Yep, I've poured over the technology and concepts there and its awesome. So awesome I think you can increase complexity without too much of a latency penalty. Just behind the fast guys but way ahead of the straight algo guys is where I think the opportunities lie (I'm kind of answering your previous question about where the dials sit in my mind). I might be wrong but, and would like to test out all dial positionings at once before locking in. And that's where a flexible haskell version could shine.
I have no opinion about the choice of haskell.
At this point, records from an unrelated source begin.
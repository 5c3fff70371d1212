import { describe, expect, it } from 'vitest';
import type { MergePatch } from '#engine/model/merge-patch.ts';
import { applyPatch } from '#engine/model/merge-patch.ts';
import { associationPath, tunnelPath } from '#engine/network/association-path.ts';
import { canComeUp } from '#engine/network/can-come-up.ts';
import { indexNetwork } from '#engine/network/index-network.ts';
import { negotiate } from '#engine/network/negotiate.ts';
import { selectorsCover } from '#engine/network/selectors-cover.ts';
import { pairDesign } from '../../support/designs.ts';

const association = { collection: 'associations', id: 'as-s0-s1' } as const;
const tunnel = { collection: 'tunnels', id: 'tn-s0-s1-a' } as const;
const changed = (patch: MergePatch) => indexNetwork(applyPatch(pairDesign(), patch));
const ofAssociation = (a: MergePatch, b: MergePatch = {}) =>
  canComeUp(changed({ associations: { 'as-s0-s1': { a, b } } }), association).reasons;
const landings = (s0: MergePatch, s1: MergePatch): MergePatch => ({
  links: { 'ld-s0-coast': s0, 'ld-s1-coast': s1 },
});
const ofLandings = (s0: MergePatch, s1: MergePatch, ends: MergePatch = {}) =>
  canComeUp(changed({ ...landings(s0, s1), associations: { 'as-s0-s1': ends } }), association).reasons;
const ofTunnel = (patch: MergePatch) => canComeUp(changed(patch), tunnel).reasons;
const codes = (reasons: readonly { readonly code: string }[]) => reasons.map(({ code }) => code);

describe('the path of an association', () => {
  it('is the first pair of landings that share a transport and a family', () => {
    expect(associationPath(changed({}), 'as-s0-s1')).toEqual({
      ok: true,
      transport: 'coast',
      landingA: 'ld-s0-coast',
      landingB: 'ld-s1-coast',
      family: 4,
    });
  });

  it('may use any landing of the device where an end names none', () => {
    const network = changed({ associations: { 'as-s0-s1': { a: { via: null }, b: { via: null } } } });
    expect(associationPath(network, 'as-s0-s1')).toMatchObject({ ok: true, landingB: 'ld-s1-coast' });
  });

  it('falls to the second landing when the first shares no transport with the far end', () => {
    const network = changed({
      transports: { moor: { name: 'Moor radio', kind: 'own-routed' } },
      devices: { 'fw-s0': { ports: { wan9: { number: 9, role: 'wan' } } } },
      links: { 'ld-s0-moor': { kind: 'landing', device: 'fw-s0', port: 'wan9', transport: 'moor' } },
      associations: { 'as-s0-s1': { a: { via: { moor: { rank: 'Zz', landing: 'ld-s0-moor' } } } } },
    });
    expect(associationPath(network, 'as-s0-s1')).toMatchObject({ ok: true, landingA: 'ld-s0-coast' });
  });

  it.each([
    [
      'no landing at all',
      { links: { 'ld-s1-coast': null }, associations: { 'as-s0-s1': { b: { via: null } } } },
      'no-landing',
    ],
    ['a shut port', { devices: { 'fw-s1': { ports: { wan1: { shut: true } } } } }, 'landing-silent'],
    [
      'the landing of another device',
      { associations: { 'as-s0-s1': { b: { via: { first: { landing: 'ld-s0-coast' } } } } } },
      'via-off-device',
    ],
    [
      'different families',
      {
        transports: { coast: { families: [4, 6] } },
        links: { 'ld-s1-coast': { ipv4: null, ipv6: '2001:db8::1' } },
      },
      'no-common-family',
    ],
    [
      'a family that the transport does not carry',
      { transports: { coast: { families: [6] } } },
      'no-common-family',
    ],
    [
      'different transports',
      {
        transports: { moor: { name: 'Moor', kind: 'own-routed' } },
        links: { 'ld-s1-coast': { transport: 'moor' } },
      },
      'no-common-transport',
    ],
  ] as const)('does not exist with %s', (_title, patch, code) => {
    expect(associationPath(changed(patch as MergePatch), 'as-s0-s1')).toMatchObject({
      ok: false,
      reason: { code },
    });
  });

  it('needs the active member of a pair on the transport', () => {
    const design = applyPatch(pairDesign({ hub: 'ha-pair' }), { links: { 'ld-s0-coast': { members: '2' } } });
    expect(associationPath(indexNetwork(design), 'as-s0-s1')).toMatchObject({
      reason: { code: 'landing-silent' },
    });
    const swapped = applyPatch(design, { devices: { 'fw-s0': { active: 2 } } });
    expect(associationPath(indexNetwork(swapped), 'as-s0-s1').ok).toBe(true);
  });

  it('is given to a tunnel by its own ends, however the association was drawn', () => {
    const { a, b } = pairDesign().tunnels['tn-s0-s1-a']!;
    const network = changed({ tunnels: { 'tn-s0-s1-a': { a: { ...b }, b: { ...a } } } } as MergePatch);
    expect(tunnelPath(network, 'tn-s0-s1-a')).toMatchObject({
      landingA: 'ld-s1-coast',
      landingB: 'ld-s0-coast',
    });
    expect(canComeUp(network, tunnel).up).toBe(true);
  });
});

describe('negotiate', () => {
  const of = (a: MergePatch, b: MergePatch = {}) =>
    negotiate(applyPatch(pairDesign(), { associations: { 'as-s0-s1': { a, b } } }).associations['as-s0-s1']!);

  it('settles on the first common proposal of the end that starts', () => {
    const weaker = {
      second: { rank: 'b0', encryption: 'aes-cbc', keyBits: 128, integrity: 'hmac-sha2-256-128', group: 14 },
    } as const;
    expect(of({ espProposals: weaker }, { espProposals: weaker }).esp).toMatchObject({
      state: 'agreed',
      a: 'first',
      b: 'first',
    });
    expect(of({ espProposals: weaker }, { espProposals: { first: null, ...weaker } }).esp).toMatchObject({
      state: 'agreed',
      a: 'second',
      proposal: { encryption: 'aes-cbc' },
    });
  });

  it('names the part that has nothing in common', () => {
    expect(of({ ikeProposals: { first: { group: 14 } } }).ike).toEqual({ state: 'differ', parts: ['group'] });
    expect(of({ espProposals: { first: { keyBits: 128 } } }).esp).toEqual({
      state: 'differ',
      parts: ['key length'],
    });
    expect(of({ espProposals: { first: { encryption: 'aes-cbc', integrity: 'hmac-sha1-96' } } }).esp).toEqual(
      { state: 'differ', parts: ['encryption'] },
    );
  });

  it('names no part where each would fit but no whole proposal does', () => {
    const [rank, later] = ['a0', 'a1'];
    const mine = {
      first: { rank, encryption: 'aes-gcm-16', prf: 'hmac-sha2-256', group: 19, keyBits: 256 },
      other: { rank: later, encryption: 'aes-gcm-8', prf: 'hmac-sha2-256', group: 20, keyBits: 256 },
    } as const;
    const far = { first: { ...mine.first, group: 20 }, other: { ...mine.other, group: 19 } } as const;
    expect(of({ ikeProposals: mine }, { ikeProposals: far }).ike).toEqual({ state: 'differ', parts: [] });
  });

  it('knows nothing where an end proposes nothing, and lets child groups differ', () => {
    expect(of({ ikeProposals: null }).ike).toEqual({ state: 'unknown' });
    expect(of({ espProposals: { first: { group: 14 } } }).esp.state).toBe('agreed');
  });
});

describe('selectorsCover', () => {
  const of = (selector: MergePatch | null) =>
    selectorsCover(
      changed({ associations: { 'as-s0-s1': { a: { selectors: { loopbacks: selector } } } } }),
      'tn-s0-s1-a',
    );

  it('takes host prefixes and wider ones, and any port or the right one', () => {
    expect(of({})).toEqual({ state: 'covers' });
    expect(of({ local: '10.255.0.0/16', remote: '0.0.0.0/0', udpPort: 4789 })).toEqual({ state: 'covers' });
  });

  it('names the end and the addresses that are left out', () => {
    const gaps = [{ end: 'a', local: '10.255.0.1', remote: '10.255.0.2' }];
    expect(of({ local: '10.255.0.9/32' })).toEqual({ state: 'misses', gaps });
    expect(of({ remote: '2001:db8::/32' })).toEqual({ state: 'misses', gaps });
    expect(of({ udpPort: 8472 })).toEqual({ state: 'misses', gaps });
  });

  it('knows nothing of an end without selectors', () => {
    expect(of(null)).toEqual({ state: 'unknown' });
  });
});

describe('an association', () => {
  it('comes up as the builder makes it', () => {
    expect(canComeUp(changed({}), association)).toEqual({ up: true, reasons: [] });
  });

  it.each([
    [{ ikeVersion: 1 }, { code: 'ike-versions-differ', a: 1, b: 2 }],
    [
      { authentication: { method: 'certificate', vaultEntry: null } },
      { code: 'authentication-differs', a: 'certificate', b: 'pre-shared-key' },
    ],
    [
      { ikeProposals: { first: { group: 14 } } },
      { code: 'proposals-differ', layer: 'ike', parts: ['group'] },
    ],
    [
      { espProposals: { first: { keyBits: 128 } } },
      { code: 'proposals-differ', layer: 'esp', parts: ['key length'] },
    ],
    [{ start: 'answers' }, { code: 'nobody-starts' }],
  ] as const)('stays down with %j at one end', (a, reason) => {
    expect(ofAssociation(a as MergePatch)).toEqual([reason]);
  });

  it('needs one end that can be found and entered', () => {
    expect(ofLandings({ dynamic: true }, { dynamic: true })).toEqual([{ code: 'both-dynamic' }]);
    expect(ofLandings({ dynamic: true }, { dynamic: true, dynamicName: 'gul.saltmarsh.example' })).toEqual(
      [],
    );
    expect(ofLandings({ nat: {} }, { nat: {} })).toEqual([{ code: 'both-behind-nat' }]);
    expect(ofLandings({ nat: {} }, { nat: { forwarded: true } })).toEqual([]);
    expect(ofLandings({ dynamic: true }, { nat: {} })).toEqual([
      { code: 'neither-reachable', dynamic: 'a', behindNat: 'b' },
    ]);
  });

  it('needs the end that cannot be reached to be the one that starts', () => {
    expect(ofLandings({}, { nat: {} })).toEqual([
      { code: 'wrong-initiator', end: 'b', because: 'behind-nat' },
    ]);
    expect(ofLandings({}, { dynamic: true }, { b: { start: 'on-traffic' } })).toEqual([]);
  });

  it('falls to a transport that filters what it needs, and to nothing else', () => {
    const filtering = (filters: readonly string[], s0: MergePatch = {}) =>
      canComeUp(
        changed({ ...landings(s0, {}), transports: { coast: { filters: [...filters] } } }),
        association,
      ).reasons;
    expect(filtering(['udp-500'])).toEqual([
      { code: 'transport-filters', transport: 'coast', filter: 'udp-500' },
    ]);
    expect(filtering(['esp'])).toMatchObject([{ filter: 'esp' }]);
    expect(filtering(['udp-4500', 'fragments', 'multicast'])).toEqual([]);
    expect(filtering(['udp-4500', 'esp'], { nat: {} })).toMatchObject([{ filter: 'udp-4500' }]);
  });
});

describe('a tunnel', () => {
  const ends = (a: MergePatch, b: MergePatch = {}) => ofTunnel({ tunnels: { 'tn-s0-s1-a': { a, b } } });

  it('comes up as the builder makes it, bare or protected', () => {
    expect(canComeUp(changed({}), tunnel)).toEqual({ up: true, reasons: [] });
    expect(canComeUp(indexNetwork(pairDesign({ join: { protectedBy: false } })), tunnel).up).toBe(true);
  });

  it('needs the same VNI and port at both ends, where both are known', () => {
    expect(ends({ vni: 10_210 })).toEqual([{ code: 'vni-mismatch', a: 10_210, b: 10_000 }]);
    expect(ends({ vni: null })).toEqual([]);
    expect(ends({ udpPort: 8472 })).toEqual([{ code: 'udp-port-mismatch', a: 8472, b: 4789 }]);
    expect(ends({ udpPort: null })).toEqual([]);
  });

  it('needs a family that both endpoints have', () => {
    expect(codes(ofTunnel({ endpoints: { 'lo-s1': { ipv4: null, ipv6: '2001:db8::2/128' } } }))).toEqual([
      'families-differ',
    ]);
    expect(ofTunnel({ endpoints: { 'lo-s1': { ipv4: null } } })).toEqual([]);
  });

  it('needs its association up, on its devices and wide enough', () => {
    expect(ofTunnel({ associations: { 'as-s0-s1': { a: { ikeVersion: 1 } } } })).toEqual([
      {
        code: 'association-down',
        association: 'as-s0-s1',
        reasons: [{ code: 'ike-versions-differ', a: 1, b: 2 }],
      },
    ]);
    expect(
      codes(
        ofTunnel({
          associations: { 'as-s0-s1': { b: { selectors: { loopbacks: { local: '10.9.9.9/32' } } } } },
        }),
      ),
    ).toEqual(['selectors-miss']);
    expect(
      ofTunnel({
        endpoints: { 'lo-x': { device: 'sw-s1', name: 'lo-x', ipv4: '10.255.0.2/32' } },
        tunnels: { 'tn-s0-s1-a': { b: { endpoint: 'lo-x' } } },
      }),
    ).toEqual([{ code: 'ends-off-association', association: 'as-s0-s1', ends: ['b'] }]);
  });

  it('goes nowhere between two endpoints of one device', () => {
    expect(ends({}, { endpoint: 'lo-s0' })).toEqual([{ code: 'ends-on-one-device', device: 'fw-s0' }]);
  });

  it('is silent on an endpoint that the standby member keeps to itself', () => {
    const design = applyPatch(pairDesign({ hub: 'ha-pair' }), { endpoints: { 'lo-s0': { member: 2 } } });
    expect(canComeUp(indexNetwork(design), tunnel).reasons).toEqual([
      { code: 'endpoint-on-standby', end: 'a', device: 'fw-s0', member: 2 },
    ]);
  });

  it('falls bare to a transport that filters it', () => {
    const design = applyPatch(pairDesign({ join: { protectedBy: false } }), {
      transports: { coast: { filters: ['udp-4789'] } },
    });
    expect(canComeUp(indexNetwork(design), tunnel).reasons).toEqual([
      { code: 'transport-filters', transport: 'coast', filter: 'udp-4789' },
    ]);
  });
});
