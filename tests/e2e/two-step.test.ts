import type { Page } from 'playwright-core';
import { afterAll, beforeAll, expect, it } from 'vitest';
import { codeAt } from '../support/authenticator.ts';
import { launchBrowser, type TestBrowser } from '../support/browser.ts';
import { signInAs } from './desk.ts';

let browser: TestBrowser;
beforeAll(async () => {
  browser = await launchBrowser();
});
afterAll(() => browser.close());

const newcomer = { name: 'Edda Brandt', password: 'low tide at seven' };
const email = 'e.brandt@ternwick.example';

/** A request of the page's session, as its own scripts make them. */
const call = async <T>(page: Page, method: string, path: string, data?: unknown): Promise<T> => {
  const session = (await (await page.request.get('/api/session')).json()) as { csrfToken: string };
  const headers = { 'x-csrf-token': session.csrfToken };
  const answer = await page.request.fetch(path, { method, headers, ...(data === undefined ? {} : { data }) });
  expect(answer.ok(), `${method} ${path}: ${await answer.text()}`).toBe(true);
  return (await answer.json().catch(() => null)) as T;
};

/** Somebody with an account of their own, invited by the demo's owner; signed in on the page that is answered. */
const invited = async (): Promise<Page> => {
  const owner = await browser.newPage();
  await signInAs(owner, 'owner');
  const { pathname } = new URL(owner.url());
  const workspace = `/api${pathname.replace(/\/engagements$/, '')}`;
  await call(owner, 'POST', `${workspace}/invitations`, { email, role: 'reviewer' });
  let token: string | undefined;
  await expect
    .poll(
      async () => {
        const { mails } = await call<{ mails: readonly { id: string; to: string }[] }>(
          owner,
          'GET',
          `${workspace}/mailbox`,
        );
        const mail = mails.find(({ to }) => to.includes(email));
        if (mail === undefined) return undefined;
        const { text } = await call<{ text: string }>(owner, 'GET', `${workspace}/mailbox/${mail.id}`);
        token = /\/invitation\/([\w-]+)/.exec(text)?.[1];
        return token;
      },
      { timeout: 20_000 },
    )
    .toBeDefined();
  await owner.context().close();
  const page = await browser.newPage();
  await call(page, 'POST', '/api/invitation/acceptance', { token, newcomer });
  return page;
};

it('two-step sign-in is set up with a code of the shown secret, and a code leads in afterwards', async () => {
  const page = await invited();
  await page.goto('/account/two-step');
  await page.getByRole('button', { name: 'Set up' }).click();
  const shown = page.getByText(/^([A-Z2-7]{4} ){7}[A-Z2-7]{4}$/);
  const secret = (await shown.innerText()).replace(/\s/g, '');
  const first = codeAt(secret, new Date());
  await page.getByLabel('Six digits from the app').fill(first);
  await page.getByLabel('Your password').fill(newcomer.password);
  await page.getByRole('button', { name: 'Switch on' }).click();
  await page.getByRole('heading', { name: 'Recovery codes' }).waitFor();
  await page.getByRole('button', { name: 'I have kept them' }).click();
  await page.getByText('10 of 10 unused').waitFor();

  await page.getByRole('button', { name: `Account of ${newcomer.name}` }).click();
  await page.getByRole('menuitem', { name: 'Sign out' }).click();
  await page.getByLabel('E-mail').fill(email);
  await page.getByLabel('Password', { exact: true }).fill(newcomer.password);
  await page.getByRole('button', { name: 'Sign in', exact: true }).click();
  const code = page.getByLabel('Code from your authenticator app');
  await code.fill(first);
  await page.getByRole('button', { name: 'Sign in', exact: true }).click();
  await page.getByText(/does not fit, has run out or was used before/).waitFor();
  // The next one fits already: a clock may be half a minute slow.
  await code.fill(codeAt(secret, new Date(Date.now() + 30_000)));
  await page.getByRole('button', { name: 'Sign in', exact: true }).click();
  await page.getByRole('heading', { name: 'Engagements' }).waitFor();
  await page.context().close();
});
That said, you are already making decisions about the dials if you go in with an architecture that relies on massive concurrency, functional languages, etc. You cannot for instance get the latency dial very low with that central architecture decision.

Again there is nothing wrong with that. It's just better to state it up front as an expectation and/or a goal than to assume you are going to be able to pivot easily once you have an architecture in place.

I can't recommend working with the LMAX library enough if you are interested in low latency in the JVM. Lots of people have driven to the same/similar place but LMAX was the first to just let everyone see it.
Thanks Kasey,

I'm probably thinking of algos more generally and generically. For example, whatever the class of trades, I think that what you are doing is making a stochastic forecast of future price movements. So maybe there's a good separation possible between your algorithms that create a distribution and algos that determine how to trade once you have that distribution. But saying this probably reveals a bias I have to think statistically. And I totally agree the majority of the system build thats important is the boring stuff. An algorithm should be able to tell if the market feed has died or the market shuts down unexpectedly, right? And know what to do next. And good to hear that someone thinks the costs are much less than popular opinion suggests.

I worked on a framework for managing stock and options positions based on feedback methods developed by Stafford Beer. It doesn't do the algorithmic/transaction part, but rather focuses on providing reporting and alerting for large hierarchies of institutions, accounts, stock and options positions. The proprietary algorithmic code could be added by subclassing the code that I wrote. It's called the Viable System Agent. It's written in Smalltalk, tested under both Squeak and Pharo. It's licensed under the BSD license. It can be found at:

http://home.rbcarleton.com/rbc/software/smalltalk/VSA/

Look at the RBC-VSA-Portfolio category. That's where all the stock/option code is.